As the answer, give every line of the records that includes the word "monitoringRun".

Segment Start: Data to use

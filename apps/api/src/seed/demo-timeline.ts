import type { EntityManager } from 'typeorm';

/** A wave's name and window (calendar dates, YYYY-MM-DD). */
export interface DemoWindow {
  name: string;
  opensOn: string;
  closesOn: string;
}

/**
 * When each step of the demo study happened, computed from the day the seed runs. The study follows one school year:
 * planned in spring, sealed before the summer, drawn before the autumn pretest, outcome in spring, locked in June,
 * then a follow-up the next autumn. It is the latest school year whose follow-up window closed at least a week
 * before today, so every step lies in the past, in that order, and the waves keep the season names a district uses.
 */
export interface DemoTimeline {
  today: Date;
  /** First calendar year of the study's school year (2025 for 2025–26). */
  year: number;
  /** "2025–26". */
  schoolYear: string;
  accounts: Date;
  studyCreated: Date;
  planDrafted: Date;
  planSealed: Date;
  planAmended: Date;
  enrolled: Date;
  drawn: Date;
  baseline: DemoWindow;
  outcome: DemoWindow;
  followUp: DemoWindow;
  monitoringRun: Date;
  locked: Date;
}

const day = 86_400_000;
const utc = (y: number, m: number, d: number, h = 9) => new Date(Date.UTC(y, m - 1, d, h));
const iso = (d: Date) => d.toISOString().slice(0, 10);
/** Calendar date (UTC) of `date` plus `days`. */
export const addDays = (date: Date | string, days: number) => new Date(new Date(date).getTime() + days * day);
/** The calendar date `days` after `today`, as YYYY-MM-DD. */
export const isoDaysFrom = (today: Date, days: number) => iso(addDays(today, days));

const window = (name: string, y: number, opens: [number, number], closes: [number, number]): DemoWindow => ({
  name,
  opensOn: iso(utc(y, ...opens)),
  closesOn: iso(utc(y, ...closes)),
});

/** Sheets of a wave are reviewed within this many days of its close. */
export const REVIEW_DAYS = 4;

export function demoTimeline(today: Date): DemoTimeline {
  const followUpCloses = (y: number) => utc(y + 1, 10, 10);
  let year = today.getUTCFullYear();
  while (followUpCloses(year).getTime() + 7 * day > today.getTime()) year--;
  const next = year + 1;
  return {
    today,
    year,
    schoolYear: `${year}–${String(next % 100).padStart(2, '0')}`,
    accounts: utc(year, 4, 20),
    studyCreated: utc(year, 5, 4),
    planDrafted: utc(year, 5, 18),
    planSealed: utc(year, 6, 1),
    planAmended: utc(year, 6, 15),
    enrolled: utc(year, 8, 24),
    drawn: utc(year, 9, 1),
    baseline: window(`Autumn ${year}`, year, [9, 15], [10, 10]),
    outcome: window(`Spring ${next}`, next, [4, 27], [5, 22]),
    followUp: window(`Autumn ${next}`, next, [9, 15], [10, 10]),
    monitoringRun: utc(next, 6, 1),
    locked: utc(next, 6, 8),
  };
}

/** A moment of the seed's own run (the database clock) and the moment of the demo's story it stands for. */
export interface TimelineMark {
  real: Date;
  story: Date;
}

/** What the seed did when: marks in the order taken, and the real moment after which nothing is moved. */
export interface SeededTimeline {
  timeline: DemoTimeline;
  marks: TimelineMark[];
  end: Date;
}

/**
 * Moves every timestamp the seed's services wrote onto the demo's story: a value written between two marks keeps its
 * offset from the earlier mark, so the order within a step survives. Audit events, plan versions, draws and locked
 * runs refuse changes by trigger, so this runs as the schema's owner with triggers off for the transaction (like
 * resetDatabase), once, before anyone has seen the data. Expiry and retry times stay on the real clock.
 */
export async function placeOnTimeline(owner: EntityManager, seeded: SeededTimeline): Promise<void> {
  const { marks, end, timeline } = seeded;
  if (!marks.length) return;
  const first = marks[0].real;
  await owner.query(`SET LOCAL session_replication_role = replica`);
  await owner.query(`CREATE TEMP TABLE seed_marks (real timestamptz, story timestamptz) ON COMMIT DROP`);
  await owner.query(`INSERT INTO seed_marks SELECT * FROM unnest($1::timestamptz[], $2::timestamptz[])`, [marks.map((m) => m.real), marks.map((m) => m.story)]);
  const columns: { table_name: string; column_name: string }[] = await owner.query(
    `SELECT c.table_name, c.column_name FROM information_schema.columns c JOIN information_schema.tables t USING (table_schema, table_name)
      WHERE c.table_schema = 'public' AND t.table_type = 'BASE TABLE' AND c.data_type = 'timestamp with time zone'
        AND c.column_name NOT IN ('expires_at', 'next_attempt_at')`,
  );
  for (const { table_name: t, column_name: c } of columns) {
    await owner.query(
      `UPDATE "${t}" x SET "${c}" = (SELECT m.story + (x."${c}" - m.real) FROM seed_marks m WHERE m.real <= x."${c}" ORDER BY m.real DESC LIMIT 1)
        WHERE x."${c}" >= $1 AND x."${c}" < $2`,
      [first, end],
    );
  }
  // The demo accounts and schools existed before the study began.
  await owner.query(`UPDATE users SET created_at = $1, updated_at = $1 WHERE email LIKE '%@evenhand.test' AND created_at > $1 AND created_at < $2`, [timeline.accounts, first]);
  await owner.query(
    `UPDATE role_grants g SET created_at = $1 FROM users u WHERE u.id = g.user_id AND u.email LIKE '%@evenhand.test' AND g.created_at > $1 AND g.created_at < $2`,
    [timeline.accounts, first],
  );
  await owner.query(`UPDATE sites SET created_at = $1 WHERE created_at > $1 AND created_at < $2`, [timeline.accounts, first]);
}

Segment End: Data to use

● **Response to this task**:
  monitoringRun: Date;
    monitoringRun: utc(next, 6, 1),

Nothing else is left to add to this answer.